Летом тысяча девятьсот сорок третьего года, окончив Хантингтонскую среднюю школу, он прямо с выпускного бала отправился на армейский вербовочный пункт и попросил направить его в военное летное училище. К тому времени он налетал четыреста часов…
В начале тысяча девятьсот сорок четвертого года новоиспеченный лейтенант прикрепил на погоны золотые полоски и с величайшей гордостью нацепил на свою форменную блузу серебряные крылышки. Улучив минуту, он удрал к себе в комнату и заперся.
Он посмотрел на себя в большое зеркало и не поверил своим глазам.
— Ричард Джон Пруэтт… летчик-истребитель, — прошептал он. И долго еще стоял, рассматривая себя в зеркало.
Военно-воздушные силы послали его на учебную базу, где осваивали новую технику молодые летчики-истребители. Самой большой машиной, на которой ему приходилось летать до сих пор, был учебный самолет «АТ — 6», крепко сколоченный рычащий зверь в шестьсот лошадиных сил. В новой школе Пруэтт очутился перед лоснящимся носом «Мустанга». Он робко погладил рукой одну из четырех огромных лопастей винта и проторчал целый час у поджарого истребителя, любуясь его линиями и сгорая от нетерпения поднять самолет в воздух.
Он доводил своих инструкторов до изнеможения.
А ему все было мало. «Мустанг» оказался машиной мощной, послушной, стремительной и беспощадной, как тигр. Этот самолет казался венцом всех мечтаний Пруэтта, приведших его в авиацию. В учебных воздушных боях Пруэтт дрался с таким неистовством, что через несколько недель перещеголял своих инструкторов, которые быстро обнаружили, что этот молодой лейтенант стал такой же неотъемлемой частью истребителя, как и мотор.
Пруэтт был прирожденным летчиком. Более того, он был блестящим прирожденным летчиком, сочетавшим в себе это великолепное качество с техническим мастерством.
Но ему так и не пришлось пострелять из шести пушек «Мустанга» в бою. Когда война в Европе кончилась, его отпустили с действительной службы ВВС, так как он решил поступить в колледж. Пруэтт своевременно почуял надвигающуюся беду. Когда война на Тихом океане окончится, летчиков всюду будет хоть пруд пруди. Десятки тысяч летчиков! И всех их ни в грош не будут ставить. Пруэтт слышал, что в боях в Европе уже принимали участие новые реактивные самолеты; он разговаривал с летчиками, которым доставалось от двухмоторных «Мессершмиттов» — у тех скорость была километров на двести в час больше, чем у американских самолетов.
Стреловидные крылья, число Маха, оборудование для сжатия воздуха, газовые турбины… лексикон наступающей эры и волновал и настораживал.
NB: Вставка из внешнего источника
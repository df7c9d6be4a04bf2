#include "app/report/report_drawings.h"

#include <optional>

#include "graph/dot_format.h"
#include "graph/edge.h"

namespace locind::app {
namespace {

constexpr char kFalseColour[] = "#D55E00";
constexpr char kMissedColour[] = "#E69F00";

// "a -> b" or "a <-> b" over the names of `g` (as graph::EdgeText writes them).
std::optional<graph::Edge> ParseEdgeText(const graph::Dmg& g, const std::string& text) {
  for (const auto& [arrow, kind] : {std::pair{" <-> ", graph::EdgeKind::kBidirected},
                                    std::pair{" -> ", graph::EdgeKind::kDirected}}) {
    const size_t at = text.find(arrow);
    if (at == std::string::npos) continue;
    const std::optional<int> from = g.index(text.substr(0, at));
    const std::optional<int> to = g.index(text.substr(at + std::string(arrow).size()));
    if (!from || !to || (kind == graph::EdgeKind::kBidirected && *from == *to)) return std::nullopt;
    if (kind == graph::EdgeKind::kBidirected && *from > *to) return graph::Edge{*to, *from, kind};
    return graph::Edge{*from, *to, kind};
  }
  return std::nullopt;
}

}  // namespace

std::string LearnedDot(const metrics::TruthClass& truth_class, const std::vector<EdgeLine>& rows,
                       const std::string& title) {
  graph::Dmg learned(truth_class.projected.names());
  graph::DotOptions style;
  style.title = title;
  for (const EdgeLine& row : rows) {
    const std::optional<graph::Edge> e = ParseEdgeText(learned, row.edge);
    if (!e) continue;
    if (row.reported) {
      graph::AddEdge(learned, *e);
      if (row.learner_mark == "dashed") style.dashed.push_back(*e);
      if (row.truth_status == "absent") {
        style.color[*e] = kFalseColour;
        style.bold.push_back(*e);
      }
    } else if (row.truth_status == "solid") {
      style.extra.push_back(*e);
      style.color[*e] = kMissedColour;
      style.bold.push_back(*e);
    }
  }
  return graph::ToDot(learned, style);
}

}  // namespace locind::app
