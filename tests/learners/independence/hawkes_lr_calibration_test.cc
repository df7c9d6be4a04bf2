// Calibration and power of the point-process likelihood-ratio test.
//
// Under the null, data are simulated from linear Hawkes truths where b is
// mu-separated from a given C in the (projected) truth; p-values should be
// uniform (Kolmogorov-Smirnov) and the rejection count at level 0.05 should
// lie in its exact binomial interval, both sized by the rule in
// calibration_checks.h (family-wise 0.001, Bonferroni over the file's 8 null
// checks). The linear model with the plain
// chi-squared reference is conservative at the boundary theta_A = 0 (see
// learners/independence/hawkes_lr_test.h): there we assert only that the rejection rate
// is not above the interval's upper end and record the measured rate.
#include <cstdio>

#include <doctest/doctest.h>

#include "graph/dmg.h"
#include "base/random_stream.h"
#include "learners/independence/hawkes_lr_test.h"
#include "sim/hawkes_model.h"
#include "sim/hawkes_simulator.h"
#include "tests/learners/independence/calibration_checks.h"

namespace locind::learners {
namespace {

constexpr int kReplicates = 300;
// Null checks of this file: per null case, the chi-squared upper end, the
// chi-bar-squared interval, the signed interval and the signed KS distance
// (CheckNull), times two null cases.
constexpr int kNullChecks = 8;
// SciPy 1.10: stats.kstwo.ppf(1 - 0.001 / 8, 300) = 0.126284 (the critical
// value of the Kolmogorov-Smirnov distance for n = 300 at level 0.001 / 8).
constexpr double kKsCritical = 0.126284;

// a -> c -> b (null for b given {b, c}), optionally with a hidden mediator
// c -> h -> b; or a -> b (alternative, `weight` on the edge).
enum class Setting { kNull, kNullHidden, kAlternative };

graph::TruthGraph Truth(Setting s) {
  if (s == Setting::kAlternative) {
    graph::Dmg g({"a", "b"});
    g.AddDirected(0, 1);
    for (int v = 0; v < 2; ++v) g.AddDirected(v, v);
    return {g, {}};
  }
  if (s == Setting::kNull) {
    graph::Dmg g({"a", "c", "b"});
    g.AddDirected(0, 1);
    g.AddDirected(1, 2);
    for (int v = 0; v < 3; ++v) g.AddDirected(v, v);
    return {g, {}};
  }
  graph::Dmg g({"a", "c", "h", "b"});
  g.AddDirected(0, 1);
  g.AddDirected(1, 2);
  g.AddDirected(2, 3);
  for (int v = 0; v < 4; ++v) g.AddDirected(v, v);
  return {g, {2}};
}

struct Outcome {
  std::vector<double> p;  // per variant index
};

// p-values of the three variants (linear chi^2, linear chi-bar^2, signed)
// over `replicates` draws.
std::vector<std::vector<double>> Run(Setting s, double weight, double horizon, int replicates,
                                     uint64_t seed) {
  const graph::TruthGraph truth = Truth(s);
  const sim::HawkesModel model = sim::ExponentialHawkes(truth, 0.5, weight, 2.0, 0.2);
  sim::HawkesRunOptions o;
  o.horizon = horizon;
  o.burn_in = 50;
  std::vector<std::vector<double>> p(3);
  for (int r = 0; r < replicates; ++r) {
    base::RandomStream random(base::StreamKey{seed, uint64_t(s), uint64_t(r), 0});
    sim::EventData d = sim::SimulateHawkes(model, o, random).value();
    // Observed order: a, (c), b; query b given {b, c} or {b}.
    const int b = d.processes() - 1;
    const TestQuery q = s == Setting::kAlternative ? TestQuery{b, {0}, {b}} : TestQuery{b, {0}, {1, b}};
    auto features = std::make_shared<HawkesFeatures>(
        HawkesFeatures::Create(std::move(d), {0.5, 2.0, 8.0}).value());
    HawkesLrTest variants[] = {
        HawkesLrTest(features),
        HawkesLrTest(features, {.boundary = BoundaryReference::kChiBarSquared, .chi_bar_draws = 2000}),
        HawkesLrTest(features, {.link = HawkesLink::kSoftplus})};
    for (int v = 0; v < 3; ++v) {
      const TestResult t = variants[v].Run(q);
      REQUIRE(t.status == TestStatus::kOk);
      p[v].push_back(t.p_value);
    }
  }
  return p;
}

void Report(const char* name, const std::vector<std::vector<double>>& p) {
  const char* variants[] = {"linear chi2", "linear chi-bar2", "signed chi2"};
  for (int v = 0; v < 3; ++v) {
    std::printf("%s, %s: rejections at 0.05: %d / %zu, at 0.01: %d, KS distance %.4f\n", name,
                variants[v], CountBelow(p[v], 0.05), p[v].size(), CountBelow(p[v], 0.01),
                KolmogorovSmirnovDistance(p[v]));
  }
}

void CheckNull(const std::vector<std::vector<double>>& p) {
  // [3, 31] for n = 300 (SciPy 1.10: stats.binom.ppf([0.001 / 16,
  // 1 - 0.001 / 16], 300, 0.05)); a rate of 10.5% exceeds 31 half the time.
  const auto [lo, hi] = BinomialInterval(kReplicates, 0.05, PerCheckCoverage(kNullChecks));
  // Linear, chi-squared reference: conservative at the boundary, so only the
  // upper end is asserted.
  CHECK(CountBelow(p[0], 0.05) <= hi);
  // Linear, chi-bar-squared: p-values have an atom at 1 (statistic 0), so
  // they are not uniform on (0, 1), but rejection counts at usual levels
  // should match the level.
  CHECK(CountBelow(p[1], 0.05) >= lo);
  CHECK(CountBelow(p[1], 0.05) <= hi);
  // Signed effects: interior null, regular chi-squared: uniform p-values.
  CHECK(CountBelow(p[2], 0.05) >= lo);
  CHECK(CountBelow(p[2], 0.05) <= hi);
  CHECK(KolmogorovSmirnovDistance(p[2]) < kKsCritical);
}

// Seed history: this case was written with seed 101. With the earlier
// per-check 99% interval [6, 25] (eight such checks: about an 8% chance that
// one fails for calibrated tests) the signed variant, then with a softplus
// scale of a tenth of the rate, rejected 26 of 300 here and the seed was
// moved to 111. That was wrong; the seed is back at 101 and the bands are
// sized for the number of checks (calibration_checks.h). On 2026-12-02 the
// signed variant still rejects 26 of 300 at seed 101 (printed by Report):
// inside [3, 31], but P(X >= 26) = 0.005 for a calibrated test (SciPy
// binom.sf(25, 300, 0.05)), so its calibration deserves a longer look.
// Runs of 1,000 replicates of this case (seed 11) were measured once by hand
// on 2026-12-01, not re-run by the suite: rejections at 0.05 / 0.01 / 0.10
// were 48, 10, 105 (signed), 42, 9, 89 (chi-bar-squared), 6, 0, 13
// (chi-squared).
TEST_CASE("null without hidden processes: a -> c -> b, b given {b, c}") {
  const auto p = Run(Setting::kNull, 0.3, 1000, kReplicates, 101);
  Report("hawkes null", p);
  CheckNull(p);
}

TEST_CASE("null with a hidden mediator: a -> c -> h -> b, h hidden, b given {b, c}") {
  const auto p = Run(Setting::kNullHidden, 0.3, 1000, kReplicates, 102);
  Report("hawkes null hidden", p);
  CheckNull(p);
}

TEST_CASE("strong alternative with a long window: a -> b") {
  const auto p = Run(Setting::kAlternative, 0.3, 2000, 50, 103);
  Report("hawkes alternative w=0.3 T=2000", p);
  // Power check (not sized by the null rule; threshold from the printed counts).
  for (int v = 0; v < 3; ++v) CHECK(CountBelow(p[v], 0.05) >= 49);
}

TEST_CASE("power grows with the window for a weak effect") {
  const auto short_window = Run(Setting::kAlternative, 0.05, 200, 100, 104);
  const auto long_window = Run(Setting::kAlternative, 0.05, 2000, 100, 105);
  Report("hawkes alternative w=0.05 T=200", short_window);
  Report("hawkes alternative w=0.05 T=2000", long_window);
  CHECK(CountBelow(long_window[0], 0.05) > CountBelow(short_window[0], 0.05));
  CHECK(CountBelow(long_window[1], 0.05) > CountBelow(short_window[1], 0.05));
  CHECK(CountBelow(long_window[2], 0.05) > CountBelow(short_window[2], 0.05));
  // Property, true by construction and not a measurement: the chi-bar-squared
  // survival is a mixture of chi^2_i survivals with i <= df, each no larger
  // than the chi^2_df one at the same statistic, so its p-value is never
  // above the chi-squared p-value and its rejection count never below.
  CHECK(CountBelow(long_window[1], 0.05) >= CountBelow(long_window[0], 0.05));
  // Power check (not sized by the null rule): at least half of the 100
  // replicates reject; the threshold is set from the counts printed above.
  CHECK(CountBelow(long_window[1], 0.05) >= 50);
}

}  // namespace
}  // namespace locind::learners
Волновал, потому что сразу за горизонтом предвиделись новые масштабы полетов; настораживал, потому что теперь мало уже быть просто пилотом. Надо еще чтобы и котелок варил.
Пруэтт поступил в Миннесотский университет и взялся за осуществление дьявольски жесткого плана — одолеть четырехлетний курс за два года. Другие летчики справились с этой задачей; он не хотел уступать никому. Все не относящееся к занятиям проносилось мимо каким-то туманным вихрем и совершенно не интересовало Пруэтта. Через два года после поступления в университет он окончил его с дипломом авиационного инженера.
Он позволил себе только перевести дух и снова взялся за работу. Годом позже (потеряв килограммов семь по сравнению с тем весом, который у него был, когда он впервые переступил порог университета) он защитил магистерскую диссертацию.
В возвращении в кадры ВВС ему временно отказали.
Война кончилась, число полетов резко сократилось, и от военных летчиков, желавших летать, просто отбоя не было.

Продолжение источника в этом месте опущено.